Why you need to read David Bainbridge's Teenagers: A User's Guide

Posted: 01:32:00 13/03/09

A biologically tired teenager

Teenager yawning

After a week in which every member of Julie Myerson's household seemed determined to have their say on her new book, The Lost Child, other parents of teenagers may have felt smug. Adolescence wreaks havoc on families and parents who live through it without writing books about their offspring (or discovering that said offspring are addicted to skunk) may feel they have cause to congratulate themselves.

Dr Paul Kelley, headmaster of Monkseaton High School, has waded in nonetheless to explain that you are probably doing something wrong if you expect your teenagers to get up for school in the morning.
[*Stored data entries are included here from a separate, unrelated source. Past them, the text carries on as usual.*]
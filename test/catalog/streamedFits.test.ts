/**
 * FITS binary tables read a block of rows at a time from a file handle give what the whole-file reader gives:
 * every column type (L, X, B, I, J, K, A, E, D, C, M, repeats, P/Q heap arrays), TNULL, TSCAL/TZERO, NaN, blocks that end
 * inside a row, and the same errors for damaged files.
 */
import { describe, expect, it } from 'vitest';
import { readCatalogFile } from '../../src/cli/readCatalogFile';
import { withFileByteSource } from '../../src/cli/fileByteSource';
import { readCatalog } from '../../src/core/catalog/read';
import { scratchFiles } from './scratchFiles';
import { readFitsTable, readFitsTableFrom } from '../../src/core/catalog/fitsTable';
import { CellArray } from '../../src/core/catalog/validate';
import type { Cell, RawTable } from '../../src/core/catalog/types';
import type { RowCellsTable } from '../../src/core/catalog/validate';
import { formatCard, headerBytes } from '../../src/core/formats/fits/header';
import { paddingBytes } from '../../src/core/formats/fits/hdu';

const save = scratchFiles('fits-stream', 'fits');

/** A column of the hand-built table: its cards and how row i writes its field (and heap bytes). */
interface Col { ttype: string; tform: string; bytes: number; cards?: [string, string | number | bigint | boolean][]; write(d: DataView, at: number, i: number, heap: HeapWriter): void }
/** Appends heap bytes and returns their offset. */
type HeapWriter = (bytes: number[]) => number;

let seed = 99;
const rnd = () => (seed = (Math.imul(seed, 1664525) + 1013904223) >>> 0) / 4294967296;

const be = (n: number, set: (d: DataView) => void) => { const d = new DataView(new ArrayBuffer(n)); set(d); return [...new Uint8Array(d.buffer)]; };

/** Every column type the reader knows, nulls in several rows; id, ra, dec, mag make a catalog with good and bad rows. */
const COLUMNS: Col[] = [
  { ttype: 'id', tform: '8A', bytes: 8, write: (d, at, i) => { const s = i % 17 === 5 ? '' : i === 31 ? 'c2' : `c${i}`; for (let k = 0; k < s.length; k++) d.setUint8(at + k, s.charCodeAt(k)); } },
  { ttype: 'ra', tform: '1D', bytes: 8, cards: [['TUNIT2', 'deg']], write: (d, at, i) => d.setFloat64(at, i % 23 === 7 ? NaN : 187 + rnd()) },
  { ttype: 'dec', tform: '1E', bytes: 4, cards: [['TUNIT3', 'deg']], write: (d, at, i) => d.setFloat32(at, i % 29 === 3 ? 95 : -5 + rnd()) },
  { ttype: 'mag', tform: '1I', bytes: 2, cards: [['TSCAL4', 0.01], ['TZERO4', 20], ['TNULL4', -32768]], write: (d, at, i) => d.setInt16(at, i % 13 === 4 ? -32768 : Math.round(rnd() * 300)) },
  { ttype: 'flag', tform: '1L', bytes: 1, write: (d, at, i) => d.setUint8(at, [0x54, 0x46, 0][i % 3]) },
  { ttype: 'bits', tform: '13X', bytes: 2, write: (d, at, i) => d.setUint16(at, (i * 2654435761) & 0xfff8) },
  { ttype: 'u8', tform: '1B', bytes: 1, write: (d, at, i) => d.setUint8(at, i & 255) },
  { ttype: 'i8', tform: '1B', bytes: 1, cards: [['TZERO8', -128]], write: (d, at, i) => d.setUint8(at, (i * 7) & 255) },
  { ttype: 'u16', tform: '1I', bytes: 2, cards: [['TZERO9', 32768]], write: (d, at, i) => d.setInt16(at, (i * 331) - 32768) },
  { ttype: 'j', tform: '1J', bytes: 4, cards: [['TNULL10', -1]], write: (d, at, i) => d.setInt32(at, i % 5 === 0 ? -1 : i * 1000003) },
  { ttype: 'k', tform: '1K', bytes: 8, cards: [['TNULL11', 7n]], write: (d, at, i) => d.setBigInt64(at, i % 6 === 0 ? 7n : BigInt(i) * 3000000000000000n) },
  { ttype: 'u64', tform: '1K', bytes: 8, cards: [['TZERO12', 2n ** 63n]], write: (d, at, i) => d.setBigInt64(at, BigInt(i) - 2n ** 62n) },
  { ttype: 'c', tform: '1C', bytes: 8, write: (d, at, i) => { d.setFloat32(at, i / 4); d.setFloat32(at + 4, -i / 8); } },
  { ttype: 'm', tform: '1M', bytes: 16, write: (d, at, i) => { d.setFloat64(at, i); d.setFloat64(at + 8, i % 2 ? -0 : 0.25); } },
  { ttype: 'vec', tform: '3J', bytes: 12, write: (d, at, i) => { for (let k = 0; k < 3; k++) d.setInt32(at + 4 * k, i - k); } },
  { ttype: 'note', tform: '5A', bytes: 5, write: (d, at, i) => { const s = i % 4 === 0 ? 'é b' : 'x  '; const b = new TextEncoder().encode(s); for (let k = 0; k < b.length; k++) d.setUint8(at + k, b[k]); } },
  {
    ttype: 'pe', tform: '1PE(4)', bytes: 8,
    write: (d, at, i, heap) => { const n = i % 4; const off = heap(Array.from({ length: n }, (_, k) => be(4, (v) => v.setFloat32(0, i + k / 2))).flat()); d.setInt32(at, n); d.setInt32(at + 4, off); },
  },
  {
    ttype: 'pa', tform: '1PA(6)', bytes: 8,
    write: (d, at, i, heap) => { const s = `r${i}`; const off = heap([...new TextEncoder().encode(s)]); d.setInt32(at, s.length); d.setInt32(at + 4, off); },
  },
  {
    ttype: 'qd', tform: '1QD(2)', bytes: 16,
    write: (d, at, i, heap) => { const n = i % 3; const off = heap(Array.from({ length: n }, (_, k) => be(8, (v) => v.setFloat64(0, -i * k))).flat()); d.setBigInt64(at, BigInt(n)); d.setBigInt64(at + 8, BigInt(off)); },
  },
];

/** A FITS file: empty primary HDU, then the BINTABLE of `rows` rows of COLUMNS (with its heap), padded. */
function fitsFile(rows: number): Uint8Array {
  const rowBytes = COLUMNS.reduce((a, c) => a + c.bytes, 0);
  const heapBytes: number[] = [];
  const heap: HeapWriter = (b) => { const off = heapBytes.length; heapBytes.push(...b); return off; };
  const main = new Uint8Array(rowBytes * rows);
  const d = new DataView(main.buffer);
  seed = 99;
  for (let i = 0; i < rows; i++) {
    let at = i * rowBytes;
    for (const c of COLUMNS) { c.write(d, at, i, heap); at += c.bytes; }
  }
  const card = (k: string, v: string | number | bigint | boolean) => formatCard(k, v)!;
  const cards = [card('XTENSION', 'BINTABLE'), card('BITPIX', 8), card('NAXIS', 2), card('NAXIS1', rowBytes), card('NAXIS2', rows),
    card('PCOUNT', heapBytes.length), card('GCOUNT', 1), card('TFIELDS', COLUMNS.length)];
  COLUMNS.forEach((c, j) => {
    cards.push(card(`TTYPE${j + 1}`, c.ttype), card(`TFORM${j + 1}`, c.tform));
    for (const [k, v] of c.cards ?? []) cards.push(card(k, v));
  });
  cards.push(card('EXTNAME', 'streamed'), card('OBSERVER', 'nobody'));
  const primary = headerBytes([card('SIMPLE', true), card('BITPIX', 8), card('NAXIS', 0), card('EXTEND', true)]);
  const data = main.length + heapBytes.length;
  const out = new Uint8Array(primary.length + headerBytes(cards).length + data + paddingBytes(data));
  out.set(primary, 0);
  out.set(headerBytes(cards), primary.length);
  out.set(main, primary.length + headerBytes(cards).length);
  out.set(heapBytes, primary.length + headerBytes(cards).length + main.length);
  return out;
}

/** Rows of a RawTable as [line, cells]. */
function rowsOf(t: RawTable): [number, Cell[]][] {
  const out: [number, Cell[]][] = [];
  t.forEachRow((cells, line) => out.push([line, [...cells]]));
  return out;
}

/** Rows of a RowCellsTable as [line, per column: text, number or reason, isText]. */
function rowViewsOf(t: RowCellsTable, n: number): unknown[] {
  const out: unknown[] = [];
  t.forEachRowCells((row, line) => {
    const cols = [];
    for (let k = 0; k < n; k++) {
      const why = { reason: null as string | null };
      const x = row.number(k, why);
      cols.push([row.text(k), Number.isNaN(x) ? why.reason : x, row.isText(k)]);
    }
    out.push([line, cols]);
  });
  return out;
}

describe('FITS BINTABLE read from a file a block of rows at a time', () => {
  const bytes = fitsFile(150);
  const path = save(bytes);
  const whole = readFitsTable(bytes);
  const wholeRows = rowsOf(whole);
  const rowBytes = COLUMNS.reduce((a, c) => a + c.bytes, 0);

  it('reads the test table (every type, with nulls) as the values the columns hold', () => {
    expect(wholeRows.length).toBe(150);
    const [line, cells] = wholeRows[4];
    expect(line).toBe(5);
    expect(cells[0]).toBe('c4');
    expect(cells[3]).toBeNull(); // TNULL
    expect(cells[4]).toBe(false); // 'F'
    expect(cells[11]).toBe(String(4n - 2n ** 62n + 2n ** 63n)); // unsigned 64-bit offset
    expect(cells[17]).toBe('r4');
    expect(whole.meta.map((m) => m.key)).toEqual(['OBSERVER']);
  });

  for (const chunk of [1, 7, rowBytes - 1, rowBytes, rowBytes + 3, 5 * rowBytes + 11, 1 << 20]) {
    it(`gives the same columns, rows and row views with reads of ${chunk} bytes`, () => {
      withFileByteSource(path, (source) => {
        const streamed = readFitsTableFrom(source);
        expect({ ...streamed, forEachRow: null, forEachRowCells: null }).toEqual({ ...whole, forEachRow: null, forEachRowCells: null });
        expect(rowsOf(streamed)).toEqual(wholeRows);
        expect(rowViewsOf(streamed, COLUMNS.length)).toEqual(rowViewsOf(whole, COLUMNS.length));
      }, chunk);
    });
  }

  it('gives the row views the same text, number and reason as the cell arrays', () => {
    const view = new CellArray();
    const fromCells: unknown[] = [];
    whole.forEachRow((cells, line) => {
      view.of(cells);
      const cols = [];
      for (let k = 0; k < COLUMNS.length; k++) {
        const why = { reason: null as string | null };
        const x = view.number(k, why);
        cols.push([view.text(k), Number.isNaN(x) ? why.reason : x, view.isText(k)]);
      }
      fromCells.push([line, cols]);
    });
    expect(rowViewsOf(whole, COLUMNS.length)).toEqual(fromCells);
  });

  it('validates to the same catalog (targets, rejects with row numbers, mapping) as readCatalog on the bytes', () => {
    const expected = readCatalog(bytes, path);
    expect(expected.rejects.length).toBeGreaterThan(20);
    expect(expected.rejects).toContainEqual({ line: 32, column: 'id', reason: 'duplicate id "c2", first used on line 3' });
    for (const chunkBytes of [3, rowBytes + 1, 4096]) {
      const streamed = readCatalogFile(path, undefined, { chunkBytes });
      expect(streamed).toEqual(expected);
      expect(streamed.table).toEqual(expected.table);
    }
  });

  it('says the same about a truncated file, a header without END and a file without a table', () => {
    const message = (f: () => unknown) => { try { f(); } catch (e) { return String(e); } return 'no error'; };
    const cases = [bytes.subarray(0, bytes.length - 3000), bytes.subarray(0, 2880 + 1000), bytes.subarray(0, 2880), bytes.subarray(0, 2880 * 2 + 10)];
    for (const b of cases) {
      const p = save(b);
      const m = message(() => readCatalog(b, p));
      expect(m).toMatch(/InputError|FITS/);
      expect(message(() => readCatalogFile(p, undefined, { chunkBytes: 100 }))).toBe(m);
    }
  });
});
Following a trial by Oxford neuroscientists, with which his pupils were involved, Dr Kelley is planning to start the school's day at around midday so that teenagers don't have to roll out of bed much before 11.

The research indicates that teenagers are not merely slothful, but are biologically programmed to sleep and waking them up early is bad for both their health and their exam results.

He appears confident that his school will achieve more top grades if his pupils are allowed to relax until lunchtime.

The impact this will have on family life and how these adolescents will function in the adult workplace (if they are used to snoozing until noon) does not seem to have been properly explored.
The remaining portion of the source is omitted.